Supplied material
☆ ☆ ☆ ☆
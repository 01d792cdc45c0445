"""Plan chemical-kinetics studies: which runs and sampling times tell candidate rate laws apart.

The door: it lists names and nothing else. Each is loaded when it is first used, so that importing the
package costs next to nothing.

    study = designer.load_study("my-study")
    found = designer.check(study)
    proposed = designer.plan(study, seed=1)
"""

from __future__ import annotations

from importlib import import_module
from typing import TYPE_CHECKING, Any

if TYPE_CHECKING:
    from designer.checkup import checkup as check
    from designer.errors import (
        AliquotError,
        CallError,
        ConvergenceError,
        InfeasibleError,
        Problem,
        StudyFileError,
    )
    from designer.figures import check_figure
    from designer.findings import Checkup
    from designer.frames import ratings, samples
    from designer.loading import load_study
    from designer.outcomes import Plan
    from designer.planfigure import plan_figure
    from designer.planning import plan
    from designer.records import Run, Schedule, Study

__all__ = [
    "AliquotError",
    "CallError",
    "Checkup",
    "ConvergenceError",
    "InfeasibleError",
    "Plan",
    "Problem",
    "Run",
    "Schedule",
    "Study",
    "StudyFileError",
    "check",
    "check_figure",
    "load_study",
    "plan",
    "plan_figure",
    "ratings",
    "samples",
]

_ROOMS = {
    "AliquotError": "errors",
    "CallError": "errors",
    "Checkup": "findings",
    "ConvergenceError": "errors",
    "InfeasibleError": "errors",
    "Plan": "outcomes",
    "Problem": "errors",
    "Run": "records",
    "Schedule": "records",
    "Study": "records",
    "StudyFileError": "errors",
    "check": "checkup",
    "check_figure": "figures",
    "load_study": "loading",
    "plan": "planning",
    "plan_figure": "planfigure",
    "ratings": "frames",
    "samples": "frames",
}
_OTHER_NAMES = {"check": "checkup"}  # name here -> name in its module


def __getattr__(name: str) -> Any:
    if name not in _ROOMS:
        raise AttributeError(f"module '{__name__}' has no attribute '{name}'")
    found = getattr(import_module(f"{__name__}.{_ROOMS[name]}"), _OTHER_NAMES.get(name, name))
    globals()[name] = found
    return found


def __dir__() -> list[str]:
    return list(__all__)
☆ ☆ ☆ ☆
Assignment
Every line above that holds the string "ConvergenceError" counts once. State how many such lines there are, as a number alone.

Finished exercise
3